当前位置：网站首页>(解决)Splunk 之 kv-store down 问题

(解决)Splunk 之 kv-store down 问题

2022-06-11 12:01:00 【shenghuiping2001】

先说问题：in seach head server:

splunk show kvstore-status, 显示有search head node 是down 和recovering:

abc.com:8191
                   configVersion : 95
                     hostAndPort : bbb.com:8191
                   lastHeartbeat : Mon May 23 17:17:15 2022
               lastHeartbeatRecv : Mon May 23 17:17:16 2022
            lastHeartbeatRecvSec : 1653351436.052
                lastHeartbeatSec : 1653351435.069
                      optimeDate : Fri Dec 10 17:41:20 2021
                   optimeDateSec : 1639186880
                          pingMs : 25
               replicationStatus : Recovering
                          uptime : 1270601
aaa.com:8191
                   configVersion : -1
                     hostAndPort : aaa.com:8191
                   lastHeartbeat : Mon May 23 17:17:15 2022
               lastHeartbeatRecv : ZERO_TIME
            lastHeartbeatRecvSec : 0
                lastHeartbeatSec : 1653351435.48
                      optimeDate : ZERO_TIME
                   optimeDateSec : 0
                          pingMs : 0
               replicationStatus : Down
                          uptime : 0

说明一下：下面一台机器：aaa.com, 是属于另外一个集群，后来加到现在的search head 集群：检查一下心跳：

2022-05-24T00:26:12.756Z I REPL_HB [replexec-9724] Error in heartbeat (requestId: 1148968128) to ccc.com:8191, response status: InvalidReplicaSetConfig: replica set IDs do not

参考文档：

Resync the KV store - Splunk Documentation

When we went to one of the above SH members and ran kvstore command, it only showed only 3 members indicating that these 3 members belonged to the previous SH cluster.
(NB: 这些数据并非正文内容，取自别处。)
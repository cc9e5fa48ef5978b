"""Complete zig-zag nights under every source: the plain contrast, its bar, and the monitor under flicker."""

from __future__ import annotations

from math import sqrt
from typing import Any

import numpy as np

from daq.estimate.arrays import FloatArray
from daq.estimate.tables import kappa_of, over
from daq.estimate.whole import estimate_visits
from tests.studies.bench import Night, generator_of, least_se, night, reduced, strengths, visits_of_counts
from tests.studies.figures import figures, within
from tests.studies.rows import Each, rows
from tests.studies.sources import SOURCES, walk

NIGHTS = 8000
MONITOR_COUNTS = 1e6  # a visit; the monitor has a walk of its own
MONITOR_WALK = walk(0.003)


def study(nights: int = NIGHTS, each: Each = rows) -> dict[str, Any]:
    """Return the figures of every source, and whether each meets its target."""
    of, whole = reduced(), night()
    few = max(2, nights // 8)
    wanted: dict[str, list[Any]] = {source: [source, nights] for source in SOURCES}
    wanted |= {f"Lantern, {source}": [source, few, True] for source in ("none", "random walk", "mix")}
    return {
        "about": f"{len(of.plan.stand)} visits, {of.plan.planned_pairs} pairs, zig-zag, plain contrast; "
        f"Lantern: {len(whole.plan.stand)} visits, {whole.plan.planned_pairs} pairs",
        "counting_se": of.counting_se,
        "rows": each("zigzag:row", wanted),
    }


def row(source: str, nights: int, whole: bool = False) -> dict[str, Any]:
    """Return the figures of one source, on the whole Lantern night or the reduced one."""
    of = night() if whole else reduced()
    generator = generator_of(f"zigzag {len(of.plan.stand)}", source)
    plain, monitored, least = _Pile(of), _Pile(of), []
    for at, strength in enumerate(strengths(of, source, nights, generator)):
        counts = generator.poisson(of.expected * strength).astype(float)
        live = np.broadcast_to(of.dwell_s, counts.shape)
        plain.add(counts, live)
        if at < 3:
            least += [least_se(of, source, one) for one in strength[:3]]
        if at == 0:
            _same_as_the_program(of, counts[:3], plain)
        if source == "flicker":
            monitored.add(counts, live * _monitor(of, strength, generator))
    found = plain.figures()
    bound = sqrt(float(np.mean(np.square(least)))) / of.counting_se
    found |= {
        "bound": bound,
        "sd_over_bound": found["sd"] / bound,
        "sd_over_bound_se": found["sd_se"] / bound,
    }
    if source == "flicker":
        found["monitored"] = monitored.figures()
    return found | {"meets": _meets(source, found)}


def _meets(source: str, found: dict[str, Any]) -> dict[str, bool]:
    covered = within(found["coverage_95"], 0.935, 0.965)
    if source == "flicker":
        with_monitor = found["monitored"]
        return {
            "coverage": covered and within(with_monitor["coverage_95"], 0.935, 0.965),
            "sd": with_monitor["sd"] <= 1.15,
        }
    return {
        "bias": abs(found["bias"]) <= 0.1,
        "sd": found["sd_over_bound"] <= 1.03 + 2 * found["sd_over_bound_se"],
        "coverage": covered,
    }


class _Pile:
    """Kappa and its jackknife of night after night, from counts and exposures by visit."""

    def __init__(self, of: Night) -> None:
        self._of = of
        plan = of.plan
        self._shape = (plan.planned_pairs, *of.rates_hz.shape)
        cell = (plan.pair * self._shape[1] + plan.position) * self._shape[2] + plan.opening
        self._order = np.argsort(cell, kind="stable")
        self.kappa: list[FloatArray] = []
        self.se: list[FloatArray] = []

    def add(self, value: FloatArray, exposure: FloatArray) -> None:
        """Take in nights; every cell of a pair has the same number of visits."""
        value, exposure = (self._cells(table) for table in (value, exposure))
        seen = np.ones(self._shape[1], bool)
        every = [table.sum(axis=1) for table in (value, exposure)]
        self.kappa.append(kappa_of(over(*every), seen, self._of.plan))
        without = (total[:, None] - table for total, table in zip(every, (value, exposure), strict=True))
        parts = kappa_of(over(*without), seen, self._of.plan)
        pairs = self._shape[0]
        self.se.append(
            np.sqrt((pairs - 1) / pairs * np.sum((parts - parts.mean(axis=1, keepdims=True)) ** 2, axis=1))
        )

    def figures(self) -> dict[str, Any]:
        """Return the figures so far."""
        dof = self._shape[0] - 1
        return figures(np.concatenate(self.kappa), np.concatenate(self.se), dof, self._of.counting_se)

    def _cells(self, by_visit: FloatArray) -> FloatArray:
        cells = by_visit[:, self._order].reshape(len(by_visit), np.prod(self._shape), -1).sum(axis=-1)
        return np.asarray(cells.reshape(len(by_visit), *self._shape))


def _monitor(of: Night, strength: FloatArray, generator: np.random.Generator) -> FloatArray:
    """Return what a monitor says of the strength of each visit over its stand's mean."""
    own = MONITOR_WALK(of.time_s, len(strength), generator)
    counts = generator.poisson(MONITOR_COUNTS * strength * own).astype(float)
    by_stand = counts.reshape(len(counts), -1, of.plan.whole_stand)
    return np.asarray((by_stand / by_stand.mean(axis=-1, keepdims=True)).reshape(counts.shape))


def _same_as_the_program(of: Night, counts: FloatArray, pile: _Pile) -> None:
    """See that the piled-up figures are those of the program, night by night."""
    for at, one in enumerate(counts):
        found = estimate_visits(visits_of_counts(of, one), of.plan)
        assert found.kappa is not None and found.kappa_se is not None
        assert np.isclose(found.kappa, pile.kappa[0][at], rtol=1e-9, atol=1e-15)
        assert np.isclose(found.kappa_se, pile.se[0][at], rtol=1e-9)
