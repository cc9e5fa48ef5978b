"""Ripples that fit the rhythm of a plan: how often null nights are rejected, with its measures and without.

Without them: no coin, no pause, the dwell as it was given. With them: what `compose` does when it is told of
the line. A night is rejected when zero lies outside its t bar. Every night draws its own coins and pauses.
"""

from __future__ import annotations

from collections.abc import Iterator
from dataclasses import dataclass, replace
from itertools import repeat
from typing import Any

import numpy as np
from scipy.special import stdtrit

from daq.description import Measurement
from daq.estimate.arrays import FloatArray
from daq.estimate.plan import Plan
from daq.estimate.tables import kappa_of, over
from daq.itinerary import Itinerary, compose, plan_of
from daq.itinerary.compose import laid_out
from daq.itinerary.decide import decide, rhythm
from daq.itinerary.design import lay_out
from daq.itinerary.known import known_of
from daq.itinerary.moves import start_times_s
from tests.examples import lantern, lantern_rig
from tests.studies.bench import generator_of
from tests.studies.rows import Each, rows

NIGHTS = 2000
AMPLITUDE = 0.05
PAIRS, POSITIONS, DWELL_S = 20, 11, 8.8
CYCLES = {"pair": 1, "pair/2": 2, "pair/3": 3, "stand": 2 * POSITIONS, "two stands": POSITIONS}
RIG = lantern_rig()


@dataclass(frozen=True, slots=True)
class Timed:
    """A plan with the expected rates (J, K) and the times of its visits."""

    plan: Plan
    rates_hz: FloatArray
    start_s: FloatArray
    dwell_s: FloatArray


def study(nights: int = NIGHTS, each: Each = rows) -> dict[str, Any]:
    """Return how often null nights are rejected, by ripple, with and without measures."""
    wanted: dict[str, list[Any]] = {name: [name, nights] for name in CYCLES}
    wanted["pair/2, by pauses"] = ["pair/2", nights, 1.0]
    return {
        "about": f"Lantern, {POSITIONS} positions, {PAIRS} pairs, dwell {DWELL_S:g} s, "
        f"ripple of {100 * AMPLITUDE:g} % and random phase; share of null nights rejected at 5 %",
        "rows": each("plan_ripple:row", wanted),
    }


def row(name: str, nights: int, unknown: float = 0.0) -> dict[str, Any]:
    """Return the figures of a line whose period is not known to a share of it."""
    plain = _measurement()
    along = compose(plain, RIG).design
    assert along is not None
    period_s = rhythm(known_of(plain, RIG), along).pair_s / CYCLES[name]
    told = _measurement({"period_s": period_s, "period_u_s": unknown * period_s, "amplitude": AMPLITUDE})
    generator = generator_of("plan ripple", f"{name} {unknown}")
    without = _rejected(repeat(_heads(plain), nights), period_s, generator)
    known = known_of(told, RIG)
    decision = decide(known, along.slots, 0)
    seeds = generator.integers(0, 2**40, nights).tolist()
    drawn = (_drawn(laid_out(known, decision, seed), told) for seed in seeds)
    measured = _rejected(drawn, period_s, generator)
    return {
        "nights": nights,
        "period_s": period_s,
        "without": without,
        "with": measured,
        "with_se": (measured * (1 - measured) / nights) ** 0.5,
        "notes": list(decision.notes),
        "meets": {"with": measured <= 0.065, "several times": without >= 2 * measured},
    }


def _measurement(*lines: dict[str, float]) -> Measurement:
    return lantern(
        positions__number=POSITIONS,
        itinerary__laps=2 * PAIRS,
        itinerary__dwell_s=DWELL_S,
        estimate__dead_time_s=0.0,
        estimate__dead_time_u_s=0.0,
        expect__level_by_hour=[1.0],
        expect__lines=list(lines),
    )


def _drawn(itinerary: Itinerary, measurement: Measurement) -> Timed:
    return Timed(plan_of(itinerary, measurement), itinerary.rates_hz, itinerary.start_s, itinerary.dwell_s)


def _heads(measurement: Measurement) -> Timed:
    """Return the plan as if every coin had fallen on heads."""
    known, itinerary = known_of(measurement, RIG), compose(measurement, RIG)
    assert itinerary.design is not None
    heads = np.ones(PAIRS, bool)
    order = lay_out(known, itinerary.design, 2 * PAIRS, heads, np.random.default_rng(0))
    start_s = start_times_s(itinerary.dwell_s, known.moves.between_s(order, known.places_mm))
    plan = replace(plan_of(itinerary, measurement), opening=order.opening, position=order.position)
    return Timed(plan, itinerary.rates_hz, start_s, itinerary.dwell_s)


def _rejected(nights: Iterator[Timed], period_s: float, generator: np.random.Generator) -> float:
    """Return the share of null nights in which zero lies outside the t bar."""
    return float(np.mean([_rejects(night, period_s, generator) for night in nights]))


def _rejects(night: Timed, period_s: float, generator: np.random.Generator) -> bool:
    plan, middle_s = night.plan, night.start_s + night.dwell_s / 2
    phase = 2 * np.pi * (middle_s / period_s + generator.random())
    level = 1 + AMPLITUDE * np.sinc(night.dwell_s / period_s) * np.sin(phase)
    counts = generator.poisson(night.rates_hz[plan.position, plan.opening] * night.dwell_s * level)
    value, live = cells(counts.astype(float), plan), cells(night.dwell_s, plan)
    kappa = _kappas(value.sum(axis=0)[None], live.sum(axis=0)[None], plan)[0]
    parts = _kappas(value.sum(axis=0) - value, live.sum(axis=0) - live, plan)
    pairs = len(parts)
    se = np.sqrt((pairs - 1) / pairs * np.sum((parts - parts.mean()) ** 2))
    return bool(abs(kappa) > stdtrit(pairs - 1, 0.975) * se)


def cells(column: FloatArray, plan: Plan) -> FloatArray:
    """Return sums by pair, position and opening."""
    shape = (plan.planned_pairs, len(plan.positions_mm), len(plan.openings))
    cell = (plan.pair * shape[1] + plan.position) * shape[2] + plan.opening
    return np.asarray(np.bincount(cell, column, int(np.prod(shape))).reshape(shape))


def _kappas(value: FloatArray, live: FloatArray, plan: Plan) -> FloatArray:
    return kappa_of(over(value, live), np.ones(len(plan.positions_mm), bool), plan)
These 3 SH members were part of other SH cluster and it seemed that the following command were not performed when they were removed from then SH cluster.

splunk clean kvstore --cluster (注意： only down 的node 才执行这个操作)

首先： we stopped all these 3 SH mebers showing "Down" status and then performed the following step on the one SH member(bbb.com) and the SH member was joined to the current cluster sucessfully.

(1) Stop the search head that has the stale KV store member.
(2) Run the command splunk clean kvstore --cluster <<<==== This step is the additional step for search heads showing "Down" status
(3) Run the command splunk clean kvstore --local
(4) Restart the search head. This triggers the initial synchronization from other KV store members.
(5) Run the command splunk show kvstore-status to verify synchronization.

接下来的操作：

(1) Please perform the above same step for other 2 SH members(aaa.com and ccc.com)

(2) And perform the following steps for the SH members showing "Recovering" status.

(1) Stop the search head that has the stale KV store member.
(2) Run the command splunk clean kvstore --local
(3) Restart the search head. This triggers the initial synchronization from other KV store members.
(4) Run the command splunk show kvstore-status to verify synchronization.